A non-asymptotic distributional theory of approximate message passing for sparse and robust regression
Gen Li, Yuting Wei
TL;DR
The paper addresses the challenge of characterizing the finite-sample distributional behavior of high-dimensional estimators in sparse and robust regression. It develops a non-asymptotic AMP framework that decomposes AMP iterates into a Gaussian component plus controllable residuals, enabling faithful Gaussian approximations for a polynomial number of iterations. The results yield non-asymptotic distributional guarantees for both optimally tuned Lasso in sparse regression and robust M-estimators, including explicit bounds on Wasserstein distances and residual norms.
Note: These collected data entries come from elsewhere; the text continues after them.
import { ComputeError } from '@/shared/compute/errors'
import { combinedCv } from './combinedCv'
import type { IntensityFigure, IntensityPart } from './intensity.types'

/**
 * One figure from several rows of the same component: their mean weighted by the buildings behind them. The spread
 * of the rows around it goes into the error, because nobody knows which of them would be right.
 *
 * @param rows at least one row of one component, each with a mean or a median
 * @returns the pooled figure; for one row the row's own
 * @throws {ComputeError} `empty-input`, `factor-missing`
 * @remarks A row with a median only gets its mean as median·e^{σ²/2}, σ = ln GSD.
 * @see Cochran, W. G. (1977). Sampling techniques, chapter 5, for weighted means.
 * @example
 * pooledPart([{ rowId: 'a', figureId: 'f', use: 'all', structure: 'all', period: 'all', material: 'glass', component: 'openings', areaBasis: 'GFA', meanKgPerM2: 3, medianKgPerM2: 2, gsdBetweenBuildings: null, sharedCv: 0.25, sampleCount: 9, source: '', provenance: 'open-dataset' }]).meanKgPerM2 // => 3
 */
export function pooledPart(rows: readonly IntensityFigure[]): IntensityPart {
  const [first] = rows
  if (first === undefined) throw new ComputeError('empty-input', { rows: 0 })
  const weights = rows.map(({ sampleCount }) => Math.max(1, sampleCount ?? 1))
  const total = weights.reduce((sum, weight) => sum + weight, 0)
  const weighted = (value: (row: IntensityFigure) => number) =>
    rows.reduce((sum, row, index) => sum + value(row) * ((weights[index] ?? 0) / total), 0)
  const meanKgPerM2 = weighted(meanOf)
  const variance = weighted((row) => (meanOf(row) - meanKgPerM2) ** 2)
  const spreadCv = meanKgPerM2 > 0 ? Math.sqrt(variance) / meanKgPerM2 : 0
  return {
    component: first.component,
    meanKgPerM2,
    sharedCv: combinedCv([weighted(({ sharedCv }) => sharedCv), spreadCv]),
    betweenBuildingsCv: betweenBuildingsCv(rows),
    rowIds: rows.map(({ rowId }) => rowId),
    figureIds: [...new Set(rows.map(({ figureId }) => figureId))],
    provenances: [...new Set(rows.map(({ provenance }) => provenance))],
  }
}

function meanOf({ rowId, meanKgPerM2, medianKgPerM2, gsdBetweenBuildings }: IntensityFigure): number {
  if (meanKgPerM2 !== null) return meanKgPerM2
  if (medianKgPerM2 === null) throw new ComputeError('factor-missing', { rowId })
  return medianKgPerM2 * Math.exp(Math.log(gsdBetweenBuildings ?? 1) ** 2 / 2)
}

function betweenBuildingsCv(rows: readonly IntensityFigure[]): number | null {
  const spreads = rows.flatMap(({ gsdBetweenBuildings }) => (gsdBetweenBuildings === null ? [] : [gsdBetweenBuildings]))
  if (spreads.length === 0) return null
  return Math.sqrt(Math.expm1(Math.log(Math.max(...spreads)) ** 2))
}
This advances uncertainty quantification and inference in high dimensions by providing precise finite-sample characterizations that surpass previous asymptotic SE-based analyses. The framework also highlights a general recipe for analyzing AMP in non-symmetric designs and opens avenues for extensions to broader designs and tighter residual bounds, with strong practical implications for high-dimensional regression problems.
Abstract
Characterizing the distribution of high-dimensional statistical estimators is a challenging task, due to the breakdown of classical asymptotic theory in high dimension. This paper makes progress towards this by developing non-asymptotic distributional characterizations for approximate message passing (AMP) -- a family of iterative algorithms that prove effective as both fast estimators and powerful theoretical machinery -- for both sparse and robust regression. Prior AMP theory, which focused on high-dimensional asymptotics for the most part, failed to describe the behavior of AMP when the number of iterations exceeds $o\big({\log n}/{\log \log n}\big)$ (with $n$ the sample size). We establish the first finite-sample non-asymptotic distributional theory of AMP for both sparse and robust regression that accommodates a polynomial number of iterations. Our results derive approximate accuracy of Gaussian approximation of the AMP iterates, which improves upon all prior results and implies enhanced distributional characterizations for both optimally tuned Lasso and robust M-estimator.